When Tony woke up, it was still dark.

“Ugh,” he groaned, rolling over and throwing an arm around Steve’s waist.

“Hmm?” Steve murmured.

“Nothing,” Tony said, pressing a kiss to his shoulder.

The Tony Stark Christmas Eve Party was a longstanding tradition, but the Tony Stark New Years Eve Party was brand new, born from a text Steve sent only an hour before he and the rest of the team showed up at the Tower with champagne and paper hats and stupid glasses that spelled out 2017 even though that definitely should have stopped being a thing after 2009.  It had started with that same smile on Steve’s face and ended at midnight, Steve’s cheeks pink from kissing Tony in front of all their friends, and Tony had dragged Steve into his bedroom for the very first time and that, well, that was something Tony would have spent a decade lost in space-time for.  

Tony laid still for a moment, listening to Steve’s breathing even out. When thirst overcame the squirmy feeling Tony got when he looked at Steve’s chest rising up and down in the moonlight, Tony carefully crawled out of bed and padded barefoot to the bathroom, sipped water from his cupped hands and tried to ignore how stupid happy he looked in the mirror.

He gently pushed the door to the bedroom open and realized, all at once, that he and Steve weren’t alone.

“So,” Tony said after a moment.  “This just got very… Scroogey.”

A much older Tony Stark looked up at him.  “Yeah, bad news, you do go grey.”

“Could be worse,” Tony said.  “Is Clint bald?”

“Clint is as bald as the day he was born,” the other Tony said.  “It’s glorious.”  

The other version of him was 70, maybe older, depending on how much Botox he got, and seemed calm, or maybe tired, in a way Tony never was.

“So, the Speed Machine,” Tony asked.  “Or whatever you renamed it, please tell me you renamed it.  You figured out how to control its effects?”  

“Eventually,” the other Tony said, looking back down at Steve, who slept on, completely unaware of the Christmas Carol moment going on over his head.

“You should destroy it,” Tony said, because that much was obvious.

“I will,” his older self said.  “Just making some visits first.”

“Can’t stop playing God, huh?”

“Hate to break it to you, but that’s something you never grow out of.  God, he looks young.”  The other Tony’s hand lifted, like he wanted to reach out and touch Steve, run a hand through his hair, but he stopped himself, clasped his hands behind his back.

“So,” Tony said, trying to sound casual, “do we - does this - work?”

His older self looked up at him, a smile flashing across his face.  “Do you really want to know?”

“No,” Tony said.

“Didn’t think so,” the other Tony said.  “Well, I should get going.  I’m off to visit Jarvis next.”

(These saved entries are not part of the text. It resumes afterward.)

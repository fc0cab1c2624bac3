"""Shareable reports: one self-contained HTML file per command run (`--report FILE.html`).

`qhl.report.report` renders the dictionary a command prints with `--json` (the same dictionary:
nothing is computed again) through a jinja2 template (`templates/report.html.j2`, autoescaped),
with the plots the command can already draw embedded as base64 PNG, every assumption beside its
source, the command line and the versions of qhl and the libraries it rests on.

Imports: everything below it (base ... survey); jinja2 and matplotlib only when a report is written.
"""

from ..base.lazy import lazy_attributes

_PUBLIC = {"write_report": ".report", "render_report": ".report", "versions": ".report",
           "REPORT_COMMANDS": ".report"}
__all__ = list(_PUBLIC)
__getattr__, __dir__ = lazy_attributes(__name__, _PUBLIC)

“Butler or AI?” Tony asked.

“Both,” Tony said.  He glanced at his watch and pressed a button, and before Tony’s eyes, he started to fade away.

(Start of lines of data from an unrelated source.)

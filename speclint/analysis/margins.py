"""Stability margins of one loop, its stable gains with dead time, and margin criteria as gain sets.

The loop is broken at the summing junction: L(s) = C·G·H·e^{-sT} with C, G, H the blocks as
written (:func:`speclint.analysis.algebra.loop_transfer`) and T = ``loop.delay``. Frequencies
are in rad/s, margins in dB and degrees, times in seconds.

Conventions (they follow the JSON contract in DESIGN.md; python-control's ``stability_margins``
picks its governing crossovers the same way):

* A *gain crossover* is a frequency ω ≥ 0 with |L(jω)| = 1; a *phase crossover* is a frequency
  ω ≥ 0 where L(jω) is finite, non-zero, real and negative (phase -180° modulo 360°). ω = 0 is
  a phase crossover when L(0) is finite and negative, and a gain crossover when |L(0)| = 1.
* Gain margin: -20·log10|L(jω)| at the phase crossover whose |L| lies closest to 1 (smallest
  |dB|; the lower frequency on a tie). Positive: the gain may grow by that much; negative: it
  may only fall by that much (conditionally stable or open-loop unstable loops). No phase
  crossover: infinite. L(jω) real and negative over a whole band (a double integrator, an
  undamped even loop): undefined (None), since every frequency of the band is a "crossover".
* Phase margin: at every gain crossover, 180° + ∠L(jω) wrapped into (-180°, 180°]; the
  governing one is the smallest in magnitude (the crossover closest in angle to the critical
  point -1), the lower frequency on a tie. It is signed: with several gain crossovers a stable
  loop can have a negative governing margin. No gain crossover: infinite. |L(jω)| = 1 at every
  frequency (an all-pass loop): None.
* Delay margin: the smallest extra dead time that puts L(jω)·e^{-jωτ} through -1, over all gain
  crossovers ω > 0: τ = ((phase margin) mod 360°, in radians) / ω. Dead time cannot move ω = 0.
  A biproper loop with |L(∞)| ≥ 1 tolerates no added dead time at all: 0 (the closed loop then
  has infinitely many roots near the imaginary axis). No gain crossover: infinite. For a loop
  that is stable this is exactly the delay at which it first becomes unstable.
* Sensitivity peak: sup over ω ≥ 0 of |1/(1 + L(jω))|, limits at 0 and ∞ included; its
  frequency is 0.0 or ``inf`` when the peak is such a limit, ``inf`` (with an infinite peak)
  when a closed-loop pole lies on the imaginary axis.
* Margins never decide stability. A loop that is unstable in open loop, or whose blocks cancel
  a right-half-plane pole, carries a note saying so; the closed-loop verdict comes from the
  stable gain set (Routh-Hurwitz without dead time, :func:`stable_gains_delayed` with it).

“What, no parting advice to your younger self?” Tony said, taking a step forward.

“Like you’d listen,” the other Tony said, as he dissolved into nothing.

“You say something?” Steve said, rolling over and blinking up at him.  

“Just talking to myself,” Tony said, climbing back into bed.

“Mmm,” Steve said into his pillow.  “Come back to bed.”

“You know,” Tony said, pressing himself up against the line of Steve’s back, warm and solid under the covers.  “I think I will.”